Minimizing Piece-wise Linear Area for Solution to Convex Hull of Segments

In a previous post we saw a solution to the parallel line segment smallest convex hull problem. See the post and familiarize yourself with the solution. You will see that the last paragraph explains how to find the optimal point p that minimizes the area between the point, two polylines, and the tangent lines between p and the polylines.


There we want to determine the point p in segment sl such that the area A(p) is minimized. See this figure.


See that the straight lines defined by the extension of the sides of the polyline (top or bottom chain) that are reachable from p by drawing a line that does not cut the polyline intersect the segment sl.


Extend the sides of one of the polylines (top or bottom chain). If the side is reachable from any point in  sl by drawing the point to the side without cutting the chain, then the extension into infinite of the line defined by that side intersects the segment  sl . To find the optimal p to minimize A(p), we just need to consider all the above mentioned intersection points.

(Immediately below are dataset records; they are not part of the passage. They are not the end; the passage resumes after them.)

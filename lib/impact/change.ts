import { byThreshold } from '../units';
import type { ByThreshold, ThresholdKey } from '../units';
import type { Change, ClassRow, Impact, Spread, Totals, ZoneChange, ZoneRow } from './model';

/** What an impact is compared with: the impact of the advisory before, at the same stage, and that advisory's number. */
export interface Earlier {
  impact: Pick<Impact, 'advisoryId' | 'stage' | 'totals' | 'zones' | 'classes'>;
  number: string;
}

type Compared = { totals: Totals; zones: ZoneRow[]; classes: ClassRow[] };

const HOUR_MS = 3_600_000;

/** The value a change is measured on: the mean of the members when both sides have it, else the forecast track. */
const valueOf = (spread: Spread, basis: Change['basis']): number => (basis === 'members' ? (spread.mean ?? spread.track) : spread.track);

const spreadChange = (now: ByThreshold<Spread>, before: ByThreshold<Spread>, basis: Change['basis']): ByThreshold<number> =>
  byThreshold((_, kt) => valueOf(now[`${kt}`], basis) - valueOf(before[`${kt}`], basis));

/** Fills in the change columns; rows that the earlier impact did not have keep null. */
export function withChange<T extends Compared>(current: T, stage: Impact['stage'], earlier: Earlier | null): T & { change: Change | null } {
  if (!earlier) return { ...current, change: null };
  const basis = stage === 'members' && earlier.impact.stage === 'members' ? 'members' : 'track';
  const zonesBefore = new Map(earlier.impact.zones.map((zone) => [zone.id, zone]));
  const classesBefore = new Map(earlier.impact.classes.map((row) => [row.class, row]));
  return {
    ...current,
    zones: current.zones.map((zone) => ({ ...zone, change: zoneChange(zone, zonesBefore.get(zone.id), basis) })),
    classes: current.classes.map((row) => {
      const before = classesBefore.get(row.class);
      return { ...row, change: before ? spreadChange(row.atOrAbove, before.atOrAbove, basis) : null };
    }),
    change: {
      sinceAdvisoryId: earlier.impact.advisoryId,
      sinceNumber: earlier.number,
      basis,
      people: spreadChange(current.totals.peopleAtOrAbove, earlier.impact.totals.peopleAtOrAbove, basis),
      assets: spreadChange(current.totals.assetsAtOrAbove, earlier.impact.totals.assetsAtOrAbove, basis),
    },
  };
}

function zoneChange(now: ZoneRow, before: ZoneRow | undefined, basis: Change['basis']): ZoneChange | null {
  if (!before) return null;
  const difference = (a: number | null, b: number | null): number | null => (a === null || b === null ? null : round2(a - b));
  const hours = (a: string | null, b: string | null): number | null => (a === null || b === null ? null : round2((Date.parse(a) - Date.parse(b)) / HOUR_MS));
  const moment = basis === 'members' ? 'median' : 'track';
  const each = <T>(of: (key: ThresholdKey) => T): ByThreshold<T> => byThreshold((_, kt) => of(`${kt}`));
  return {
    maxWindKt: difference(now.maxWindKt, before.maxWindKt),
    people: spreadChange(now.peopleAtOrAbove, before.peopleAtOrAbove, basis),
    chance: each((key) => difference(now.chance[key], before.chance[key])),
    arrivalHours: each((key) => hours(now.arrival[key][moment], before.arrival[key][moment])),
  };
}

const round2 = (value: number): number => Math.round(value * 100) / 100;
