/** Hazard joined to exposure: totals, zone rows, class rows, change. */
export * from './model';
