import type { MemberChunk } from '../hazard';
import { MOMENTS } from '../hazard';

/** All members over all places: the chunks of a run put together. Layouts as in MemberChunk, assets by their own number. */
export interface MemberSummary {
  members: number;
  reached: Uint16Array;
  moments: Float32Array;
  zoneArrival: Float32Array;
  zoneEnd: Float32Array;
  zoneMilliPeople: Float64Array;
  milliPeople: Float64Array;
  classReached: Uint32Array;
}

export interface SummarySize {
  members: number;
  assets: number;
  zones: number;
  classes: number;
}

/** Sums, first arrivals and last ends do not depend on how the places were cut into chunks. */
export function mergeChunks(chunks: readonly MemberChunk[], { members, assets, zones, classes }: SummarySize): MemberSummary {
  const summary: MemberSummary = {
    members,
    reached: new Uint16Array(assets * 3),
    moments: new Float32Array(assets * 3 * MOMENTS).fill(NaN),
    zoneArrival: new Float32Array(zones * 3 * members).fill(Infinity),
    zoneEnd: new Float32Array(zones * 3 * members).fill(-Infinity),
    zoneMilliPeople: new Float64Array(zones * 3 * members),
    milliPeople: new Float64Array(3 * members),
    classReached: new Uint32Array(classes * 3 * members),
  };
  for (const chunk of chunks) {
    chunk.assets.forEach((asset, k) => {
      summary.reached.set(chunk.reached.subarray(k * 3, k * 3 + 3), asset * 3);
      summary.moments.set(chunk.moments.subarray(k * 3 * MOMENTS, (k + 1) * 3 * MOMENTS), asset * 3 * MOMENTS);
    });
    add(summary.milliPeople, chunk.milliPeople);
    add(summary.classReached, chunk.classReached);
    const row = 3 * members;
    chunk.zones.forEach((zone, k) => {
      for (let i = 0; i < row; i++) {
        const into = zone * row + i;
        const from = k * row + i;
        summary.zoneMilliPeople[into] += chunk.zoneMilliPeople[from];
        if (chunk.zoneArrival[from] < summary.zoneArrival[into]) summary.zoneArrival[into] = chunk.zoneArrival[from];
        if (chunk.zoneEnd[from] > summary.zoneEnd[into]) summary.zoneEnd[into] = chunk.zoneEnd[from];
      }
    });
  }
  return summary;
}

function add(into: Float64Array | Uint32Array, values: Float64Array | Uint32Array): void {
  for (let i = 0; i < values.length; i++) into[i] += values[i];
}
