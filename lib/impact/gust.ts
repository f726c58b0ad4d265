import { SURFACES } from '../exposure';
import { gustFactor } from '../wind';

/** Three-second gust from a 1-minute sustained wind at a place whose surface is number `surface` of SURFACES. */
const FACTORS = SURFACES.map((surface) => gustFactor(surface));

export const gustKt = (windKt: number, surface: number): number => windKt * FACTORS[surface];
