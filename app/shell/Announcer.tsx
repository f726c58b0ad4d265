'use client';
import { useEffect } from 'react';
import { useHold, useLive } from '../live/EventContext';
import { formatCompactCount } from '../../lib/units';
import { words } from '../words';

/** Says each new revision once to those who listen, and tells the server that this screen shows it. */
export function Announcer() {
  const { live } = useHold();
  const impact = useLive((state) => state.impact);
  const number = useLive((state) => (state.impact ? state.advisories[state.impact.advisoryId]?.number : undefined));
  useEffect(() => {
    if (impact) live.session.seen(impact.revision);
  }, [impact, live]);
  const people = impact?.totals.peopleAtOrAbove['34'];
  return (
    <p className="unseen" role="status" aria-live="polite">
      {impact && number && people ? words.announce(number, impact.revision, formatCompactCount(people.mean ?? people.track)) : ''}
    </p>
  );
}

Let x1, x2, ..., xa be the points of intersection from the extension of the lines sides of the top chain and segment sl, ordered from top to bottom.


Let y1, y2, ..., yb be the points of intersection from the extension of the lines sides of the top chain and segment sl, ordered from top to bottom.


We just need to consider all the intersections between two intervals [xi,x i+1] and [yj,y j+1] for all i and j possible, which quantity that is is linear in the number of segments from the problem solved in the last post. See this figure for a visual.


Then see this figure and realize that for each of those intervals, realize that the optimal point p for that interval will lie in one of the extreme points of the interval, or else then any point in the interval will give you the same area A(p). The reason is that the chains form a monotone convex polyline, and whichever of the two points al(p) and bl(p), as shown in the figure, is closest from sl will determine the point p in sl that minimizes A(p).